Your objective: Every line with the string "sided" in it belongs in your answer, so copy them all from the data.

[Collected data]
◆ ◆ ◆ ◆ ◆ ◆ ◆

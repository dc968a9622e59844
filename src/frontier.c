/* frontier.c - profit against reliability: the optimal sampled plan per risk
 * level, each checked out of sample on the same fresh scenarios.
 * SPDX-License-Identifier: MIT */
#include <math.h>
#include <stdlib.h>
#include <string.h>

#include "alloc.h"
#include "check.h"
#include "clock.h"
#include "fileio.h"
#include "model.h"

void surety_frontier_options_init(surety_frontier_options *opt)
{
    if (!opt)
        return;
    memset(opt, 0, sizeof *opt);
    opt->samples = 10000;
    opt->confidence = 0.95;
    surety_solve_options_init(&opt->solve);
}

void surety_frontier_report_free(surety_frontier_report *rep)
{
    if (!rep)
        return;
    for (size_t p = 0; p < rep->npoints; p++)
        surety_plan_free(rep->point[p].plan);
    surety_xfree(rep->point);
    memset(rep, 0, sizeof *rep);
}

static void point_clear(surety_frontier_point *pt, double risk)
{
    memset(pt, 0, sizeof *pt);
    pt->risk = risk;
    pt->status = SURETY_UNKNOWN;
    pt->objective = NAN;
    pt->bound = NAN;
    pt->reliability = pt->lo = pt->hi = pt->lower = NAN;
    pt->profit_mean = NAN;
    pt->overload_hours = NAN;
}

/* Invariant used for the warm start: the sampled constraint is monotone in
 * the allowance, so on a fixed scenario set a plan that fails at most
 * floor(e1*N) scenarios also satisfies any e2 >= e1. Solving the levels from
 * the smallest risk upward lets each plan seed the next search with a
 * feasible incumbent (and makes the in-sample profits non-decreasing in
 * risk up to the solver's gap). */
surety_code surety_frontier(const surety_model *model, const double *risks,
                            size_t nrisks, const surety_frontier_options *opt,
                            surety_frontier_report *out, surety_error *err)
{
    if (out)
        memset(out, 0, sizeof *out);
    if (!model || !risks || !out || nrisks == 0) {
        surety_error_set(err, NULL, 0, 0, NULL,
                         "surety_frontier: model, risks and out are required");
        return SURETY_EUSAGE;
    }
    surety_frontier_options defaults;
    if (!opt) {
        surety_frontier_options_init(&defaults);
        opt = &defaults;
    }
    if (!(opt->confidence > 0 && opt->confidence < 1) || opt->samples == 0) {
        surety_error_set(err, NULL, 0, 0, "confidence",
                         "confidence must lie in (0,1) and samples be positive");
        return SURETY_EUSAGE;
    }
    for (size_t p = 0; p < nrisks; p++) {
        if (!(risks[p] > 0 && risks[p] < 1)) {
            surety_error_set(err, NULL, 0, 0, "risks",
                             "risk level %zu is %g; each must lie in (0,1)", p + 1, risks[p]);
            return SURETY_EUSAGE;
        }
    }
    surety_code code = SURETY_OK;
    size_t *order = surety_xmalloc(nrisks, sizeof *order);
    out->point = surety_xcalloc(nrisks, sizeof *out->point);
    if (!order || !out->point) {
        surety_xfree(order);
        surety_xfree(out->point);
        out->point = NULL;
        surety_error_set(err, NULL, 0, 0, NULL, "out of memory");
        return SURETY_EINTERNAL;
    }
    out->npoints = nrisks;
    out->confidence = opt->confidence;
    for (size_t p = 0; p < nrisks; p++) {
        order[p] = p;
        point_clear(&out->point[p], risks[p]);
    }
    /* insertion sort by ascending risk: the list is short */
    for (size_t a = 1; a < nrisks; a++)
        for (size_t b = a; b > 0 && risks[order[b]] < risks[order[b - 1]]; b--) {
            size_t t = order[b];
            order[b] = order[b - 1];
            order[b - 1] = t;
        }

    double t0 = surety_clock_seconds();
    surety_scenarios *sc = NULL;
    code = surety_model_sample(model, &sc, err);
    out->sample_seconds = surety_clock_seconds() - t0;
    if (code)
        goto fail;
    out->N = surety_scenarios_count(sc);

    /* The levels vary only the risk: a shallow copy of the model shares
     * every array read-only, so the caller's model stays untouched. */
    surety_model level = *model;
    const surety_plan *prev = NULL;
    size_t m = surety_model_resources(model);
    for (size_t q = 0; q < nrisks; q++) {
        surety_frontier_point *pt = &out->point[order[q]];
        level.risk = pt->risk;
        pt->k = surety_allowance(pt->risk, out->N);
        surety_solve_options sopt = opt->solve;
        sopt.start = prev;
        surety_result *res = NULL;
        code = surety_solve(&level, sc, &sopt, &res, err);
        if (code)
            goto fail;
        pt->status = surety_result_status(res);
        pt->stop = surety_result_stop(res);
        pt->bound = surety_result_bound(res);
        pt->nodes = surety_result_nodes(res);
        pt->solve_seconds = surety_result_seconds(res);
        out->solve_seconds += pt->solve_seconds;
        const surety_plan *plan = surety_result_plan(res);
        if (plan) {
            pt->objective = surety_result_objective(res);
            pt->plan = surety_plan_copy(plan);
            if (!pt->plan) {
                surety_result_free(res);
                surety_error_set(err, NULL, 0, 0, NULL, "out of memory");
                code = SURETY_EINTERNAL;
                goto fail;
            }
            pt->in_sample_ok = surety_plan_feasible(&level, pt->plan, sc);
            prev = pt->plan;
        }
        surety_result_free(res);
        if (!pt->plan)
            continue;

        /* Common random numbers: every level is checked on the same fresh
         * scenarios (SCREEN stream, so that a level picked from the
         * frontier can be checked afresh on the CHECK stream), and
         * differences between levels are not sampling noise of the
         * check. */
        surety_check_report rep;
        code = surety_check_fresh(&level, pt->plan, opt->samples, 0,
                                  opt->confidence, &rep, err);
        if (code)
            goto fail;
        pt->M = rep.M;
        pt->fit = rep.fit;
        pt->reliability = rep.reliability;
        pt->lo = rep.lo;
        pt->hi = rep.hi;
        pt->lower = rep.lower;
        pt->profit_mean = rep.profit_mean;
        pt->overload_hours = 0;
        for (size_t i = 0; i < m && i < rep.m; i++)
            pt->overload_hours += rep.resource[i].overload_hours_mean;
        out->sample_seconds += rep.sample_seconds;
        out->check_seconds += rep.check_seconds;
        surety_check_report_free(&rep);
        if (opt->solve.interrupt && *opt->solve.interrupt)
            break;
    }
    surety_scenarios_free(sc);
    surety_xfree(order);
    return SURETY_OK;
fail:
    surety_scenarios_free(sc);
    surety_xfree(order);
    surety_frontier_report_free(out);
    return code;
}

surety_code surety_frontier_write_csv(const surety_frontier_report *rep, const char *path,
                                      surety_error *err)
{
    if (!rep || !path) {
        surety_error_set(err, NULL, 0, 0, NULL, "surety_frontier_write_csv: report and path needed");
        return SURETY_EUSAGE;
    }
    surety_outfile f;
    surety_code code = surety_outfile_open(&f, path, err);
    if (code)
        return code;
    fprintf(f.fp, "risk,allowance,scenarios,status,profit_in_sample,bound,fresh_scenarios,"
                  "fresh_fit,reliability,reliability_lo,reliability_hi,reliability_lower,"
                  "confidence,profit_mean,overload_hours_mean,solve_seconds\n");
    for (size_t p = 0; p < rep->npoints; p++) {
        const surety_frontier_point *pt = &rep->point[p];
        fprintf(f.fp, "%.17g,%zu,%zu,%s,%.17g,%.17g,%zu,%zu,%.17g,%.17g,%.17g,%.17g,%.17g,"
                      "%.17g,%.17g,%.6f\n",
                pt->risk, pt->k, rep->N, surety_status_name(pt->status), pt->objective,
                pt->bound, pt->M, pt->fit, pt->reliability, pt->lo, pt->hi, pt->lower,
                rep->confidence, pt->profit_mean, pt->overload_hours, pt->solve_seconds);
    }
    return surety_outfile_commit(&f, err);
}
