/* stats.h - statistics for surety: normal distribution, binomial tails,
 * incomplete beta and confidence intervals (sample sizes are in sizes.h).
 * SPDX-License-Identifier: MIT
 *
 * Every function here is pure (no state, no allocation, no errors to
 * report) and thread-safe. Invalid arguments give NaN for real-valued
 * results and 0 (or -1 where stated) for counts; the callers validate
 * user input before reaching this module.
 *
 * Notation follows METHODS.md: B(k; N, p) = P{Bin(N,p) <= k},
 * I_x(a,b) the regularized incomplete beta, eps the risk, beta (or delta)
 * one minus the confidence, d the number of decision variables. */
#ifndef SURETY_STATS_H
#define SURETY_STATS_H

#include <stddef.h>

/* ------------------------------------------------------------------ */
/* Normal distribution                                                 */
/* ------------------------------------------------------------------ */

/* Standard normal CDF, Phi(x) = 0.5 erfc(-x/sqrt 2). Accurate in both
 * tails (no cancellation for x << 0); Phi(-inf) = 0, Phi(inf) = 1, NaN
 * for NaN. */
double surety_norm_cdf(double x);

/* Phi of x[0..count-1] in place, the same bits as surety_norm_cdf on each
 * element; for the sampler's inner loops. */
void surety_norm_cdf_batch(double *x, size_t count);

/* Standard normal quantile Phi^{-1}(p) for p in (0,1), by Wichura's
 * algorithm AS 241 (PPND16), relative error about 1e-16.
 * p = 0 gives -INFINITY, p = 1 gives +INFINITY, p outside [0,1] or NaN
 * gives NaN. (Wichura 1988, Applied Statistics 37:477-484.) */
double surety_norm_quantile(double p);

/* Phi^{-1} of p[0..count-1] in place, the same bits as
 * surety_norm_quantile on each element (NaN, 0 and 1 included), faster
 * on long arrays; for the sampler's inner loops. */
void surety_norm_quantile_batch(double *p, size_t count);

/* ------------------------------------------------------------------ */
/* Binomial distribution and incomplete beta                           */
/* ------------------------------------------------------------------ */

/* ln C(n, k) for real 0 <= k <= n (integers in practice); -INFINITY
 * outside that range. Uses the saddle-point form of Loader (2000), so it
 * keeps about 1e-15 relative accuracy where the plain lgamma difference
 * would cancel (n in the millions). */
double surety_stats_log_choose(double n, double k);

/* P{Bin(N,p) = k} and its logarithm. 0 / -INFINITY for k outside
 * [0, N]; NaN for N < 0 or p outside [0,1]. The log form stays finite
 * far below the smallest double (Loader 2000). */
double surety_stats_binom_pmf(long k, long N, double p);
double surety_stats_binom_logpmf(long k, long N, double p);

/* B(k; N, p) = P{Bin(N,p) <= k}, its logarithm, and the upper tail
 * P{Bin(N,p) > k} = 1 - B(k; N, p) computed without cancellation.
 * Edge cases (METHODS.md s.2): k < 0 -> 0; k >= N -> 1; p = 0 -> 1;
 * p = 1 -> 0 for k < N. The tail away from the mode is summed term by
 * term from the mode side when that converges within 100000 terms,
 * otherwise it is I_{1-p}(N-k, k+1) by the continued fraction; the other
 * tail is its complement. Measured against 60-digit values for N up to
 * 1e8 (tests/ref/stats_ref.h): relative error below 5e-13 in both tails,
 * and in the logs; a linear value near 1e-280 inherits the conditioning
 * of exp (6e-13). The log form is needed when B < 1e-300 (sample-size
 * searches with a large decision set). */
double surety_stats_binom_cdf(long k, long N, double p);
double surety_stats_binom_logcdf(long k, long N, double p);
double surety_stats_binom_sf(long k, long N, double p);
double surety_stats_binom_logsf(long k, long N, double p);

/* Regularized incomplete beta I_x(a,b) for a, b > 0, x in [0,1], and its
 * complement 1 - I_x(a,b) computed without cancellation. Integer a, b go
 * through the binomial tails above. Otherwise the continued fraction of
 * the incomplete beta by the modified Lentz method (Lentz 1976; Thompson &
 * Barnett 1986), on whichever side of the mean it converges, with the
 * prefactor x^a (1-x)^b / (a B(a,b)) from Loader's (2000) saddle-point
 * form; measured relative error below 1e-12 for a, b up to 3e4 (the
 * rounding of 1 - x, amplified by a + b, is the limit). NaN for invalid
 * arguments. */
double surety_stats_ibeta(double x, double a, double b);
double surety_stats_ibetac(double x, double a, double b);

/* Inverse: the x in [0,1] with I_x(a,b) = y. Found by bisection on the
 * bit patterns of doubles (at most 62 evaluations of I_x), so the result
 * is the double nearest the root as far as I_x resolves it; measured
 * relative error below 1e-13. y = 0 -> 0, y = 1 -> 1, NaN for invalid
 * arguments. */
double surety_stats_ibeta_inv(double y, double a, double b);

/* ------------------------------------------------------------------ */
/* Intervals for a proportion, x successes of n, confidence c in (0,1)  */
/* ------------------------------------------------------------------ */

/* One-sided Clopper-Pearson bounds (Clopper & Pearson 1934):
 * lower L1 = Beta^{-1}(1-c; x, n-x+1), 0 when x = 0;
 * upper U1 = Beta^{-1}(c; x+1, n-x), 1 when x = n.
 * U1 is also the p solving B(x; n, p) = 1-c (METHODS.md s.4).
 * NaN when x > n, n = 0 or c outside (0,1). The two-sided interval and
 * the one-sided lower bound together are surety_clopper_pearson. */
double surety_stats_cp_lower1(size_t x, size_t n, double c);
double surety_stats_cp_upper1(size_t x, size_t n, double c);

/* Wilson score interval (Wilson 1927; formula as in METHODS.md s.4),
 * clipped to [0,1]: two-sided (sides = 2, z = Phi^{-1}(1-(1-c)/2)) or
 * the pair of one-sided bounds (sides = 1, z = Phi^{-1}(c)). For display
 * beside Clopper-Pearson; it is not a certificate. NaN when invalid. */
void surety_stats_wilson(size_t x, size_t n, double c, int sides,
                         double *lo, double *hi);

#endif
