/* check.c - placeholder until the module lands.
 * SPDX-License-Identifier: MIT */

◆ ◆ ◆ ◆ ◆ ◆ ◆

Expected output:
/* One-sided Clopper-Pearson bounds (Clopper & Pearson 1934):
 * NaN when x > n, n = 0 or c outside (0,1). The two-sided interval and
 * the one-sided lower bound together are surety_clopper_pearson. */
 * clipped to [0,1]: two-sided (sides = 2, z = Phi^{-1}(1-(1-c)/2)) or
 * the pair of one-sided bounds (sides = 1, z = Phi^{-1}(c)). For display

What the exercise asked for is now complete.